▸ **How to complete this task**
Would you copy every line of the listing below that includes the word "clone"?

▸ **Supplied material**
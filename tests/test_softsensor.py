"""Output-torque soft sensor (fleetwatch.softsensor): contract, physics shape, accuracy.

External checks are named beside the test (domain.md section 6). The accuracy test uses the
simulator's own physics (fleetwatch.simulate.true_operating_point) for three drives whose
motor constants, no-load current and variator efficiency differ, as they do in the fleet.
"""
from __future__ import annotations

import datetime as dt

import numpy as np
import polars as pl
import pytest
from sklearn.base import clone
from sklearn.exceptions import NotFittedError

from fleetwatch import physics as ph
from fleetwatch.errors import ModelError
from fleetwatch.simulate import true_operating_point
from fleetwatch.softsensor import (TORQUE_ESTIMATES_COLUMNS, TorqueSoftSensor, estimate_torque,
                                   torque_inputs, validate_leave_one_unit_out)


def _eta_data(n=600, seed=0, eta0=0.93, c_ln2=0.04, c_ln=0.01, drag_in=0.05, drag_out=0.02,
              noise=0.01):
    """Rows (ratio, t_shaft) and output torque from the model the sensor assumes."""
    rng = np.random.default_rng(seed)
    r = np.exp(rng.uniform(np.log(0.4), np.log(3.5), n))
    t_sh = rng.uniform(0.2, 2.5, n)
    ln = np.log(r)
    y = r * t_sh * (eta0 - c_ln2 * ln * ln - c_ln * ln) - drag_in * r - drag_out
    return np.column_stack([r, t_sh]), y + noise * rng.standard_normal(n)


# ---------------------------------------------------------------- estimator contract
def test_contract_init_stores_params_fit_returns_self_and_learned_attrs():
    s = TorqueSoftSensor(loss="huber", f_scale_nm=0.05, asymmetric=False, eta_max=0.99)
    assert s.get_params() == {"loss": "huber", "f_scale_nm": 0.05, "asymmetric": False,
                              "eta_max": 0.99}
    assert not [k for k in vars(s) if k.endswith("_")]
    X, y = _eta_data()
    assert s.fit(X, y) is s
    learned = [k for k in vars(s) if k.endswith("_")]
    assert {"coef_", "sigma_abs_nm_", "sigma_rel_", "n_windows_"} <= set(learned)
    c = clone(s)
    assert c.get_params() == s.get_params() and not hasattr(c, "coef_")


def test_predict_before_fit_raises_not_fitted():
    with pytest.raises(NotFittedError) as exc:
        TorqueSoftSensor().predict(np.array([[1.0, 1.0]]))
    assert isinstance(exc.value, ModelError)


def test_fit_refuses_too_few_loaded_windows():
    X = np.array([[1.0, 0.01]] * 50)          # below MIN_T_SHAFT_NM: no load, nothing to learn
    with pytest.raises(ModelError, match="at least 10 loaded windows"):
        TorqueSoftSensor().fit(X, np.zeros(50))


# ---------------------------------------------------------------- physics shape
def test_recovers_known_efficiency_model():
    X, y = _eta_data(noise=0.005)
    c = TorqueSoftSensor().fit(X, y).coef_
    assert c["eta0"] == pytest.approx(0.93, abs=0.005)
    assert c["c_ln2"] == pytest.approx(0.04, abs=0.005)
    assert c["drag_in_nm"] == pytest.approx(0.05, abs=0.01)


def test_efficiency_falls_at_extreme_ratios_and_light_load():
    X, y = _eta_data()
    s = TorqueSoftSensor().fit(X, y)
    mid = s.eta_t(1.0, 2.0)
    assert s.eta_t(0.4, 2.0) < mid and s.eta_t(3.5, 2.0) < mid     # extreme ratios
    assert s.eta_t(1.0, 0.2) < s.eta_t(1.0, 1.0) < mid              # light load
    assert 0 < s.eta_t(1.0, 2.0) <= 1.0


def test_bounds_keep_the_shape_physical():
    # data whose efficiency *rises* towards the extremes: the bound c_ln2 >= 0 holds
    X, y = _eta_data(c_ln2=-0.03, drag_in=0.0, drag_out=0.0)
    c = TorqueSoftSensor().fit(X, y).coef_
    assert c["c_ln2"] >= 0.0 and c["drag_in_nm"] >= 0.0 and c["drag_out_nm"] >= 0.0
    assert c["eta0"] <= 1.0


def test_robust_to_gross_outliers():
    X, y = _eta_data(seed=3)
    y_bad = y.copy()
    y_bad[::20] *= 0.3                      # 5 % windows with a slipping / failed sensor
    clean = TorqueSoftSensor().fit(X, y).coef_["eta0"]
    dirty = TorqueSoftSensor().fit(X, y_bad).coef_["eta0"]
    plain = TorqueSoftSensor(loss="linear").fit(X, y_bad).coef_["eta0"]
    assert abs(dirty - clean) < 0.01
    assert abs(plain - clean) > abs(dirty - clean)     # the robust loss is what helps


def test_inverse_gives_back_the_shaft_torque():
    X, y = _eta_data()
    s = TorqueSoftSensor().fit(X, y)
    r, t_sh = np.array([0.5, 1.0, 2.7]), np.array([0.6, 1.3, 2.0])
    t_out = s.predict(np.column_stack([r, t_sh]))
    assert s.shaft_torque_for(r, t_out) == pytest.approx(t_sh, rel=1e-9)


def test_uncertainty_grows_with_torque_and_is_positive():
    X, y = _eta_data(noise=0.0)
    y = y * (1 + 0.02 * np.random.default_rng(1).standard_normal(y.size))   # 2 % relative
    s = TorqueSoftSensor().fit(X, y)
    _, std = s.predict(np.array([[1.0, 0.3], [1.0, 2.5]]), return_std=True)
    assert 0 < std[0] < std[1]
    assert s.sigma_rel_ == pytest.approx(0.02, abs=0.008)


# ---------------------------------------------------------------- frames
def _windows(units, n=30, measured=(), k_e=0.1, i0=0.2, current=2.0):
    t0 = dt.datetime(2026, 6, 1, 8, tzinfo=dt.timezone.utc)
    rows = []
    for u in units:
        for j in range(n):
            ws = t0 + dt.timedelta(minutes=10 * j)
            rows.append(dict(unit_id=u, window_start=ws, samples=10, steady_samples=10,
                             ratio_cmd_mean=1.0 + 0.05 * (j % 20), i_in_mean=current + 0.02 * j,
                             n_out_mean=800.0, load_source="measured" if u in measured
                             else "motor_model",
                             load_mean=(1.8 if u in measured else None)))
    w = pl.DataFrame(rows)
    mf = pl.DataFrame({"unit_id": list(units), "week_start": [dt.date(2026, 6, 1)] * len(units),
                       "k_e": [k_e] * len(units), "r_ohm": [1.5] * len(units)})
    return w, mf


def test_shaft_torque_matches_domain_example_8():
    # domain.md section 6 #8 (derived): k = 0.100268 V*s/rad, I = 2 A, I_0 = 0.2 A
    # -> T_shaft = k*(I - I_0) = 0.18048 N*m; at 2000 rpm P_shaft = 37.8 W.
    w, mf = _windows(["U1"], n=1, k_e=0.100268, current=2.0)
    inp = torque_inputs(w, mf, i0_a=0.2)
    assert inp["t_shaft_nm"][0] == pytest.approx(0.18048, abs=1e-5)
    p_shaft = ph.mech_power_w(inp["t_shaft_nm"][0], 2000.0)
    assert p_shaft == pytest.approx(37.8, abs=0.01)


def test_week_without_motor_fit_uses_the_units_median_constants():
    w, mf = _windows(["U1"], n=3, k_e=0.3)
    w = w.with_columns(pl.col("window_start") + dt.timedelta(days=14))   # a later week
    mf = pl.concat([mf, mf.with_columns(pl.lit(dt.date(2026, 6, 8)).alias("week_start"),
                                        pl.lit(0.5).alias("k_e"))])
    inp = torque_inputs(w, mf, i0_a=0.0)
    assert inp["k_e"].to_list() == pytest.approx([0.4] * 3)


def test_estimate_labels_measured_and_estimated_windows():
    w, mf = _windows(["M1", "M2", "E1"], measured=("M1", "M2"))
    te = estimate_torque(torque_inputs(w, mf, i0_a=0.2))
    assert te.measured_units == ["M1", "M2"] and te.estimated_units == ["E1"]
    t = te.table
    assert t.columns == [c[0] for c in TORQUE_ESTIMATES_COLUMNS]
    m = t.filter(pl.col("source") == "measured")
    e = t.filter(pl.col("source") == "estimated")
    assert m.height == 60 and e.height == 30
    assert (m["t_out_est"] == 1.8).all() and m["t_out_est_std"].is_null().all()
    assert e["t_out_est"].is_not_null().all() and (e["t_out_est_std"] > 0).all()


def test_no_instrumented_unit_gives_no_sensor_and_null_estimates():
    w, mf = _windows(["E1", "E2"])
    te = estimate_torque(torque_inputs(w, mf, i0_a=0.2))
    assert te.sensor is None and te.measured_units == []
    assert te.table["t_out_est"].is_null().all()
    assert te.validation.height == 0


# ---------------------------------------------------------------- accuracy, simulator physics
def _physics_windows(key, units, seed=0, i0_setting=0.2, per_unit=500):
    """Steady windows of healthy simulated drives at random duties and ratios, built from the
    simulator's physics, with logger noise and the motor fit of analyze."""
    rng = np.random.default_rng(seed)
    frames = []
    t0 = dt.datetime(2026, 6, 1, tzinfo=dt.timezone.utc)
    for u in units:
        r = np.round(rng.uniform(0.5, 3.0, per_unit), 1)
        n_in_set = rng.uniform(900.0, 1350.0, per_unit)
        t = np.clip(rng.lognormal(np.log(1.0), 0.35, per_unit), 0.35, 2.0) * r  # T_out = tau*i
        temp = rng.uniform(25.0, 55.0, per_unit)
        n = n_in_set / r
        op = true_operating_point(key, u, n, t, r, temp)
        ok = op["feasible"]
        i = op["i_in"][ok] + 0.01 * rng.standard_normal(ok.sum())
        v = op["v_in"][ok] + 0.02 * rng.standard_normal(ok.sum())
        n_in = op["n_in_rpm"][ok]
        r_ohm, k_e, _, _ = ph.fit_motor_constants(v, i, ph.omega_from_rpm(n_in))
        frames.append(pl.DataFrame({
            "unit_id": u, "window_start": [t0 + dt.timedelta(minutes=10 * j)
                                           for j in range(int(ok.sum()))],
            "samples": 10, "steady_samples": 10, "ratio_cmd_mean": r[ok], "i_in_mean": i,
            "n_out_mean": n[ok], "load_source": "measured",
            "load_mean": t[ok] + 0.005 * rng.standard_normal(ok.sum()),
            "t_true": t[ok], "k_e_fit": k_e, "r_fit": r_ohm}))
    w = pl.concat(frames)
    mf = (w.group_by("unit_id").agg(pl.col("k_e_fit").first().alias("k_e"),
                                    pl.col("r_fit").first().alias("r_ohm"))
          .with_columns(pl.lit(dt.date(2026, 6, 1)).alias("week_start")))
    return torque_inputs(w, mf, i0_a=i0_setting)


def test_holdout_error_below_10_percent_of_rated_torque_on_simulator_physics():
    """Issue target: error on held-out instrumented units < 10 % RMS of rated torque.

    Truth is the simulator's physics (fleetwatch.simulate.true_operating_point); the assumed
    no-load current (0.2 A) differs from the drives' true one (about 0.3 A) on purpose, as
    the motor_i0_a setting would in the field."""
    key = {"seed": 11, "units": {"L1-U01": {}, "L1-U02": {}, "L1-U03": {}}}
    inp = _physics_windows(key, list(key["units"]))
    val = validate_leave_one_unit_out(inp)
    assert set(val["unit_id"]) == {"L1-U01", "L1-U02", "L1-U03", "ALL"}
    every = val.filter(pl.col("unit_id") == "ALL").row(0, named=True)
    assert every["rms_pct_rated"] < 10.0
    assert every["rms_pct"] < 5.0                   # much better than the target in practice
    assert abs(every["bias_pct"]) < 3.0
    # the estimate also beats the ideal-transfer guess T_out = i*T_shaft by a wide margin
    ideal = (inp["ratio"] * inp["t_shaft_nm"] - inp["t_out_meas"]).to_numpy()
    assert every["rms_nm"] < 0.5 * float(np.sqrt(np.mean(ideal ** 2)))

* * *

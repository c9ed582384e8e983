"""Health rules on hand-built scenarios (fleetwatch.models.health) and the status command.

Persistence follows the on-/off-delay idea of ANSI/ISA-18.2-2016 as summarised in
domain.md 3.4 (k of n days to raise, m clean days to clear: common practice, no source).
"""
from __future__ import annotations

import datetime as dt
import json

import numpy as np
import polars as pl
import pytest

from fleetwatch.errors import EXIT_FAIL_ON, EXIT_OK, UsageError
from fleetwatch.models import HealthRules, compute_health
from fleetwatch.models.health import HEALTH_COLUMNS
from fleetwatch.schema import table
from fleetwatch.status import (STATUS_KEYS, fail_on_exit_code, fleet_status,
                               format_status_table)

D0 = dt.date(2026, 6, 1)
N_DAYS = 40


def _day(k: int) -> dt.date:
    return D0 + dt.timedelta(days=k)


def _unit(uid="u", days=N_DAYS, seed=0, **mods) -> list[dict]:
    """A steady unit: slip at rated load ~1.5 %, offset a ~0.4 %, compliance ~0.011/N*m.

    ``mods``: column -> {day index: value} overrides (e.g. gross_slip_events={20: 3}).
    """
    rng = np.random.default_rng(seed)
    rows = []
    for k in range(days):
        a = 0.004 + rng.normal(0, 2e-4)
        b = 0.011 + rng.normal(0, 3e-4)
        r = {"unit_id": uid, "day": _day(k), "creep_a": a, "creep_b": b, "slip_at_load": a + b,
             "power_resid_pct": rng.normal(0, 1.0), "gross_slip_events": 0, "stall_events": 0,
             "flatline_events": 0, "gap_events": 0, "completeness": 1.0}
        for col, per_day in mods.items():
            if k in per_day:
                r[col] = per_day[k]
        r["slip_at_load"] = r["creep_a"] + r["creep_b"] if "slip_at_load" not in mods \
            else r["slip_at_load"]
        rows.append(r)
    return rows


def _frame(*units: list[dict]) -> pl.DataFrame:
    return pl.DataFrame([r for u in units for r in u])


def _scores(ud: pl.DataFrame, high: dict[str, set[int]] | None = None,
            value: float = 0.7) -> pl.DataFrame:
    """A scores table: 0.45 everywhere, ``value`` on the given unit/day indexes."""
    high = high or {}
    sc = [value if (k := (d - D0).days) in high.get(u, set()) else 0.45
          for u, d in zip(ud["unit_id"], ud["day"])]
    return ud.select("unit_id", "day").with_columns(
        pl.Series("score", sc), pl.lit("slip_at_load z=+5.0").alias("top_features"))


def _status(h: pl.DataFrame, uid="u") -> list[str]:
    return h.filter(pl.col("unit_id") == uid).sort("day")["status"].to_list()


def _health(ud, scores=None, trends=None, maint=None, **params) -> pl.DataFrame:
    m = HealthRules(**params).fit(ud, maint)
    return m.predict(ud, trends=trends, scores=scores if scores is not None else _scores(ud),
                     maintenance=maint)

▸ **Result of the exercise**
from sklearn.base import clone
    c = clone(s)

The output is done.